Durante la década de 1990 uno de los mayores cambios producidos en la gestión de las redes españolas de carreteras fue el derivado de la progresiva implantación de los denominados contratos de conservación integral. Ciertamente, el modelo tradicional anterior basado en la gestión directa de las tareas de explotación y conservación había entrado en crisis, y en poco tiempo la nueva fórmula se reveló ventajosa en muchos aspectos. Sin embargo, con los años se ha ido degradando en la medida en que, en la mayor parte de las administraciones viarias, ha ido absorbiendo la práctica totalidad de los presupuestos dedicados a explotación y a conservación, en detrimento de las necesidades de mejora y de rehabilitación.
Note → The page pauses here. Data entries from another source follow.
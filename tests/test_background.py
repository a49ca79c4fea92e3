"""The empty scene behind people (style "background"): a masked temporal median that never shows a
person, in bounded memory.

People are scikit-image's `astronaut()` photo (public domain, NASA), loaded from the installed
package and pasted at known rectangles over a generated background.
"""

from __future__ import annotations

import cv2
import numpy as np
import pytest
from skimage import data

from redact.errors import RedactError
from redact.redaction.background import Background, BackgroundBuilder
from redact.redaction.render import FILL_GREY, BackgroundFill, RenderSettings, render_frame
from redact.vision.records import Tracks

H, W = 180, 320
PERSON = cv2.resize(data.astronaut()[0:300, 100:360], (80, 96), interpolation=cv2.INTER_AREA)  # NASA, PD


def _background() -> np.ndarray:
    rng = np.random.default_rng(7)
    bg = cv2.GaussianBlur((rng.random((H, W, 3)) * 255).astype(np.uint8), (0, 0), 2)
    bg[:, ::20] = 20
    return bg


def _frame(x: int, y: int = 40):
    """Background with the person pasted at (x, y); returns image and the exact person mask."""
    img = _background()
    img[y:y + 96, x:x + 80] = PERSON
    mask = np.zeros((H, W), bool)
    mask[y:y + 96, x:x + 80] = True
    return img, mask


def test_static_person_leaves_the_empty_scene_invalid_and_render_falls_back():
    b = BackgroundBuilder(max_samples=8)
    for _ in range(10):
        img, mask = _frame(100)
        b.add(img, mask)
    scene = b.build()
    assert not scene.valid[mask].any()           # no clean sample there
    assert (scene.image[~scene.valid] == 0).all()  # and no scene stored there
    assert scene.valid[:, :90].all() and scene.valid[:, 190:].all()  # the rest of the scene is clean
    # Rendering with the scene style: the person's pixels fall back to the solid fill.
    box = np.array([[100, 40, 180, 136]], np.float32)
    tracks = Tracks(np.array([1]), box, np.array([0.9]), np.zeros((1, 17, 3)), np.array([True]),
                    np.zeros(1, np.int32))
    out = render_frame(img, tracks, RenderSettings(style="background"), background=scene)
    assert (out[mask] == FILL_GREY).all()


def test_moving_person_never_appears_in_the_empty_scene_even_where_a_plain_median_shows_them():
    b = BackgroundBuilder(max_samples=16, max_side=W)  # no downscale: compare pixel for pixel
    frames = []
    # The person stands at x=100 in 7 of 10 samples and walks elsewhere in 3: a plain median
    # over those pixels shows the person; the masked median must show only the background.
    for x in (100, 100, 20, 100, 100, 220, 100, 100, 160, 100):
        img, mask = _frame(x)
        frames.append(img)
        b.add(img, mask)
    scene = b.build()
    bg = _background()
    naive = np.median(np.stack(frames), axis=0)
    region = (slice(40, 136), slice(100, 180))
    assert np.abs(naive[region] - bg[region]).mean() > 20  # control: the plain median leaks the person
    assert scene.valid[region].all()
    assert np.abs(scene.image.astype(int) - bg.astype(int))[scene.valid].max() <= 1
    assert scene.valid.mean() > 0.95


def test_memory_is_bounded_and_samples_are_spread_over_the_clip():
    b = BackgroundBuilder(max_samples=8, max_side=64)
    kept = []
    for i in range(1000):
        if b.wants_next():
            kept.append(i)
        img = np.full((H, W, 3), i % 256, np.uint8)
        b.add(img, np.zeros((H, W), bool))
        assert b.samples < 8
    assert b.samples >= 4  # after thinning, between half and all of the budget
    assert max(kept) > 500  # late frames were sampled, not only the start
    p = b.build()
    assert max(p.image.shape[:2]) == 64


def test_resized_background_shrinks_validity_near_invalid_pixels():
    valid = np.ones((10, 10), bool)
    valid[4:6, 4:6] = False
    p = Background(np.full((10, 10, 3), 50, np.uint8), valid)
    big = p.resized(40, 40)
    assert big.valid.shape == (40, 40)
    assert not big.valid[16:24, 16:24].any()  # the invalid pixels' footprint stays invalid
    assert big.valid[:8, :].all() and (big.image[big.valid] == 50).all()


def test_background_fill_uses_the_scene_only_where_valid():
    valid = np.zeros((H, W), bool)
    valid[:, : W // 2] = True
    p = Background(np.full((H, W, 3), 77, np.uint8), valid)
    img = _background()
    mask = np.zeros((H, W), bool)
    mask[50:100, 100:220] = True
    out = BackgroundFill(p).apply(img, mask)
    assert (out[50:100, 100:160] == 77).all() and (out[50:100, 160:220] == FILL_GREY).all()
    assert np.array_equal(out[~mask], img[~mask])


def test_errors():
    with pytest.raises(RedactError):
        BackgroundBuilder().build()
    b = BackgroundBuilder(max_samples=4)
    b.add(np.zeros((10, 10, 3), np.uint8), np.zeros((10, 10), bool))
    with pytest.raises(RedactError):
        b.add(np.zeros((12, 10, 3), np.uint8), np.zeros((12, 10), bool))


def test_process_with_the_background_style_records_it_under_its_own_name(crossing_clip, tmp_path):
    """The style, its setting and its log entry carry the name "background" (the word "plate" is
    left to number plates in plans); the old style name is refused by the CLI."""
    import base64
    import json

    from click.testing import CliRunner

    from redact.cli import main
    from redact.pipeline import ProcessSettings, process_video
    from redact.provenance.signing import Signer
    from redact.vision.pose import PoseSettings

    settings = ProcessSettings(render=RenderSettings(style="background"), pose=PoseSettings(input_long_side=320))
    result = process_video(crossing_clip.path, tmp_path / "o", Signer.from_seed(bytes(range(32))), settings)
    log = [json.loads(line) for line in (result.package / "log.jsonl").read_text().splitlines()]
    entry = [e for e in log if e["kind"] == "background"]
    assert len(entry) == 1 and entry[0]["samples"] == 32 and 0 < entry[0]["valid_fraction"] <= 1
    assert not any("plate" in json.dumps(e) for e in log)
    statement = json.loads(base64.b64decode(json.loads((result.package / "envelope.json").read_text())["payload"]))
    params = statement["predicate"]["parameters"]
    assert params["render"]["style"] == "background" and params["background_samples"] == 32
    assert "include_audio" in params and "keep_audio" not in params
    r = CliRunner().invoke(main, ["process", str(crossing_clip.path), "--out", str(tmp_path / "x"),
                                  "--signing-key", "k.pem", "--style", "plate"])
    assert r.exit_code == 2 and "'plate' is not one of" in r.stderr
    r = CliRunner().invoke(main, ["process", "--help"])
    assert "--include-audio" in r.stdout and "--keep-audio" not in r.stdout and "background" in r.stdout
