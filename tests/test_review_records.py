"""Applying a review (new copy + signed review record), disclosing again, and the report's review line.

Outside references: securesystemslib's DSSE Envelope verifies the new envelope (the DSSE
v1.0.2 reference implementation); hashlib SHA-256 (FIPS 180-4) of the parent's exact payload
bytes; PyAV/FFmpeg decodes the copies; the UK ICO video surveillance guidance lists the
disclosure fields (date, recipient, organisation, purpose). People in the clip:
skimage.data.astronaut() (public domain, NASA), skimage.data.camera() (CC0, Lav Varshney).
"""

from __future__ import annotations

import base64
import hashlib
import json

import av
import numpy as np
import pytest
from click.testing import CliRunner

from redact.cli import main
from redact.errors import InputError
from redact.media.video import probe
from redact.pipeline import ProcessSettings, process_video
from redact.provenance.signing import Signer, load_private_key
from redact.provenance.verify import verify_package
from redact.report.document import make_report
from redact.review.disclose import disclose_again
from redact.review.outputs import apply_review, load_output

BOX = [150.0, 20.0, 230.0, 120.0]  # a fixed area to obscure on frames 5..9 (hand-picked, inside 320×240)


@pytest.fixture(scope="module")
def made(crossing_clip, tmp_path_factory):
    d = tmp_path_factory.mktemp("review-records")
    signer = Signer.from_seed(bytes(range(9, 41)))
    process_video(crossing_clip.path, d / "out", signer, ProcessSettings())
    parent = load_output(d / "out", [signer.public_key])
    state = parent.initial_state().updated({
        "reviewer": "Reviewer 7",
        "ranges": [{"status": "checked" if k else "corrected", "note": "looked at each frame"}
                   for k in range(len(parent.initial_state().ranges))],
        "corrections": {"regions": [{"label": "drawn during review", "frames": [5, 9],
                                     "points": [[BOX[0], BOX[1]], [BOX[2], BOX[1]], [BOX[2], BOX[3]],
                                                [BOX[0], BOX[3]]]}],
                        "obscure_frames": [{"frames": [30, 31]}]}}, probe(crossing_clip.path))
    state = state.watch([[0, 20]])  # not the whole video
    applied = apply_review(parent, state, crossing_clip.path, signer)
    return {"dir": d, "signer": signer, "parent": parent, "applied": applied, "clip": crossing_clip}


def log_of(pkg) -> list[dict]:
    return [json.loads(x) for x in (pkg / "log.jsonl").read_bytes().splitlines()]


def test_reviewed_package_verifies_and_names_its_parent(made):
    a = made["applied"]
    assert a.folder == made["dir"] / "out" / "review-1"
    v = verify_package(a.package, [made["signer"].public_key], video=a.video)
    log = log_of(a.package)
    first = log[0]
    assert first["kind"] == "review-parent"
    assert first["parent_statement_sha256"] == hashlib.sha256(made["parent"].verified.payload).hexdigest()
    assert v.predicate.parent.statement_sha256 == first["parent_statement_sha256"]
    assert v.predicate.human_review["reviewer"] == "Reviewer 7"
    # securesystemslib (DSSE reference implementation) accepts the new envelope's signature too.
    from securesystemslib.dsse import Envelope
    from securesystemslib.signer import SSlibKey

    env = Envelope.from_dict(json.loads((a.package / "envelope.json").read_bytes()))
    key = SSlibKey(made["signer"].key_id, "ed25519", "ed25519", {"public": made["signer"].public_key.raw.hex()})
    assert key.keyid in env.verify([key], 1)


def test_the_log_records_corrections_statuses_reviewer_time_and_coverage(made):
    log = {e["kind"]: e for e in log_of(made["applied"].package)}
    c = log["corrections"]
    assert c["count"] == 2 and c["entries"]["regions"][0]["frames"] == [5, 9]
    assert c["applied"]["regions[0]"]["ranges"] == [[5, 9]] and c["applied"]["obscure_frames[0]"]["frames"] == 2
    r = log["human-review"]
    assert r["reviewer"] == "Reviewer 7" and r["reviewed_at"].endswith("Z")
    assert [x["status"] for x in r["ranges"]][0] == "corrected" and r["ranges_checked"] == r["ranges_total"]
    assert r["whole_video_watched"] is False and r["frames_watched"] == 21
    assert r["frames_not_watched"] == [[21, made["parent"].frames - 1]]
    assert log["rerender"]["model"] == "not run" and log["sign"]["key_id"] == made["signer"].key_id


def test_the_new_copy_obscures_the_corrections(made):
    with av.open(str(made["applied"].video)) as c:
        frames = [f.to_ndarray(format="rgb24") for f in c.decode(video=0)]
    x1, y1, x2, y2 = (int(v) for v in BOX)
    for k in range(5, 10):  # solid grey 128 inside the area (x264 keeps a flat area within a few levels)
        assert np.abs(frames[k][y1 + 2:y2 - 2, x1 + 2:x2 - 2].astype(int) - 128).mean() < 3, k
    for k in (30, 31):
        assert np.abs(frames[k].astype(int) - 128).mean() < 3, k


def test_report_shows_the_review_status_at_the_top(made):
    a = made["applied"]
    page = make_report(a.package, [made["signer"].public_key], video=a.video).html.decode()
    n = len(made["parent"].ranges())
    line = f"{n} of {n} ranges checked by Reviewer 7; 2 corrections; whole video watched: no (not watched in full)"
    assert line in page
    assert page.index('id="human-review"') < page.index('id="verification"')
    parent_page = make_report(made["parent"].package, [made["signer"].public_key]).html.decode()
    assert "Review: not reviewed" in parent_page


def test_disclose_again_writes_a_new_signed_record_without_reprocessing(made, tmp_path, monkeypatch):
    a = made["applied"]
    rec = disclose_again(a.folder, [made["signer"].public_key], made["signer"],
                         {"date": "2026-03-04", "recipient": "Second recipient", "organisation": "Org",
                          "purpose": "court order", "request_reference": "REF-9"})
    assert rec.path == a.folder / "disclosure-1"
    v = verify_package(rec.path, [made["signer"].public_key], video=a.video)  # the same redacted copy
    assert v.predicate.parent.statement_sha256 == hashlib.sha256(
        verify_package(a.package, [made["signer"].public_key]).payload).hexdigest()
    entry = [e for e in log_of(rec.path) if e["kind"] == "disclosure"][0]
    assert {k: entry[k] for k in ("date", "recipient", "organisation", "purpose", "request_reference")} == {
        "date": "2026-03-04", "recipient": "Second recipient", "organisation": "Org", "purpose": "court order",
        "request_reference": "REF-9"}
    env = json.loads((rec.path / "parent.envelope.json").read_bytes())
    assert base64.b64decode(env["payload"]) == verify_package(a.package, [made["signer"].public_key]).payload


def test_disclose_cli_and_its_errors(made, tmp_path, monkeypatch):
    monkeypatch.setenv("REDACT_KEY_PASSPHRASE", "pass phrase 1")
    from redact.provenance.signing import generate_key

    generate_key(tmp_path / "k.pem", tmp_path / "k.pub", b"pass phrase 1")
    signer = load_private_key(tmp_path / "k.pem", b"pass phrase 1")
    # A folder signed by another key than the one trusted is refused (exit 1, verification failed).
    r = CliRunner().invoke(main, ["disclose", str(made["applied"].folder), "--trusted-key", str(tmp_path / "k.pub"),
                                  "--signing-key", str(tmp_path / "k.pem"), "--recipient", "X"])
    assert r.exit_code == 1 and "Traceback" not in r.output
    pub = tmp_path / "steward.pub"
    pub.write_bytes(made["signer"].public_pem)
    r = CliRunner().invoke(main, ["disclose", str(made["applied"].folder), "--trusted-key", str(pub),
                                  "--signing-key", str(tmp_path / "k.pem")])
    assert r.exit_code == 2 and "give the disclosure" in r.output and len(r.output.strip().splitlines()) == 1
    r = CliRunner().invoke(main, ["disclose", str(made["applied"].folder), "--trusted-key", str(pub),
                                  "--signing-key", str(tmp_path / "k.pem"), "--recipient", "Third", "--json"])
    assert r.exit_code == 0, r.output
    doc = json.loads(r.stdout)
    assert doc["key_id"] == signer.key_id and doc["disclosure"]["recipient"] == "Third"
    verify_package(made["applied"].folder / "disclosure-2", [signer.public_key], video=made["applied"].video)


def test_review_of_a_folder_without_outputs_is_one_line_error(tmp_path):
    with pytest.raises(InputError, match="expected redacted.mp4 and package/"):
        load_output(tmp_path, [Signer.from_seed(bytes(32)).public_key])


def test_a_countersigned_reviewed_copy_verifies_with_both_keys_and_names_both_signers(made, tmp_path, monkeypatch):
    """The data-protection officer countersigns the reviewed package (`redact countersign`, DSSE
    envelope.md: several signatures over one PAE); `verify` names both; a tampered second
    signature fails (RFC 8032 §5.1.7 verification, here through the package verifier)."""
    from redact.provenance.signing import generate_key

    monkeypatch.setenv("REDACT_KEY_PASSPHRASE", "dpo pass phrase")
    generate_key(tmp_path / "dpo.pem", tmp_path / "dpo.pub", b"dpo pass phrase")
    dpo = load_private_key(tmp_path / "dpo.pem", b"dpo pass phrase")
    steward_pub = tmp_path / "steward.pub"
    steward_pub.write_bytes(made["signer"].public_pem)
    copy = tmp_path / "review-copy"
    import shutil

    shutil.copytree(made["applied"].folder, copy)
    r = CliRunner().invoke(main, ["countersign", str(copy / "package"), "--signing-key", str(tmp_path / "dpo.pem"),
                                  "--trusted-key", str(steward_pub)])
    assert r.exit_code == 0, r.output
    r = CliRunner().invoke(main, ["verify", str(copy / "package"), "--trusted-key", str(steward_pub),
                                  "--trusted-key", str(tmp_path / "dpo.pub"), "--video", str(copy / "redacted.mp4"),
                                  "--json"])
    assert r.exit_code == 0, r.output
    signers = {s["key_id"] for s in json.loads(r.stdout)["signers"]}
    assert signers == {made["signer"].key_id, dpo.key_id}
    # With only the steward's key the DPO's signature cannot be checked: not valid.
    r = CliRunner().invoke(main, ["verify", str(copy / "package"), "--trusted-key", str(steward_pub)])
    assert r.exit_code == 1
    # The review step reads a countersigned copy when both keys are trusted.
    loaded = load_output(copy, [made["signer"].public_key, dpo.public_key])
    assert {s.key_id for s in loaded.verified.signers} == signers
    # One bit of the second signature flipped: verification fails and says which signature.
    env = json.loads((copy / "package" / "envelope.json").read_bytes())
    sig = bytearray(base64.b64decode(env["signatures"][1]["sig"]))
    sig[10] ^= 1
    env["signatures"][1]["sig"] = base64.b64encode(bytes(sig)).decode()
    (copy / "package" / "envelope.json").write_bytes(json.dumps(env, sort_keys=True, separators=(",", ":")).encode()
                                                     + b"\n")
    r = CliRunner().invoke(main, ["verify", str(copy / "package"), "--trusted-key", str(steward_pub),
                                  "--trusted-key", str(tmp_path / "dpo.pub")])
    assert r.exit_code == 1 and "signature 1" in r.output


def test_review_cli_bad_inputs_are_one_line_errors(made, tmp_path, clip_factory):
    """`redact review` refuses before serving anything: a folder without outputs, a source that is
    not the signed one (SHA-256 differs), a key that does not verify the package."""
    from tests.conftest import crossing_spec

    pub = tmp_path / "steward.pub"
    pub.write_bytes(made["signer"].public_pem)
    from redact.provenance.signing import generate_key

    generate_key(tmp_path / "k.pem", tmp_path / "k.pub", b"pass phrase 1")
    env = {"REDACT_KEY_PASSPHRASE": "pass phrase 1"}
    base = ["--trusted-key", str(pub), "--signing-key", str(tmp_path / "k.pem")]
    empty = tmp_path / "empty"
    empty.mkdir()
    other = clip_factory("other.mp4", crossing_spec(seed=5))
    for args, words, code in (
            ([str(empty), "--source", str(made["clip"].path)], "expected redacted.mp4 and package/", 2),
            ([str(made["dir"] / "out"), "--source", str(other.path)], "not the source this output was made from", 2)):
        r = CliRunner().invoke(main, ["review", *args, *base], env=env)
        assert r.exit_code == code and words in r.output, r.output
        assert "Traceback" not in r.output and len(r.output.strip().splitlines()) == 1
    r = CliRunner().invoke(main, ["review", str(made["dir"] / "out"), "--source", str(made["clip"].path),
                                  "--trusted-key", str(tmp_path / "k.pub"), "--signing-key", str(tmp_path / "k.pem")],
                           env=env)
    assert r.exit_code == 1 and "Traceback" not in r.output


def test_derive_leaves_the_stored_regions_out(made, tmp_path):
    """De-identified copies for researchers do not carry the outlines in source pixels (docs/review.md)."""
    from redact.skeletons.derive import derive
    from redact.skeletons.privacy import PrivacyOptions

    res = derive(made["parent"].package, tmp_path / "shared", [made["signer"].public_key], made["signer"],
                 PrivacyOptions(coordinates="frame"))
    v = verify_package(res.path, [made["signer"].public_key])
    assert "regions.jsonl.gz" not in v.statement.files and not (res.path / "regions.jsonl.gz").exists()
    assert log_of(res.path)[0]["not_copied"] == ["regions.jsonl.gz"]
Éstas se han abandonado mucho más que en el pasado, mientras los gestores se justifican con la existencia de unas consignaciones presupuestarias, no precisamente pequeñas, pero que, en contra de lo que indica su nombre, comprenden tareas que son básicamente de explotación y que por tanto deberían denominarse, con mayor propiedad, contratos de explotación integral (su denominación oficial es la de “contratos de servicios para la ejecución de diversas operaciones de conservación y explotación en las carreteras”).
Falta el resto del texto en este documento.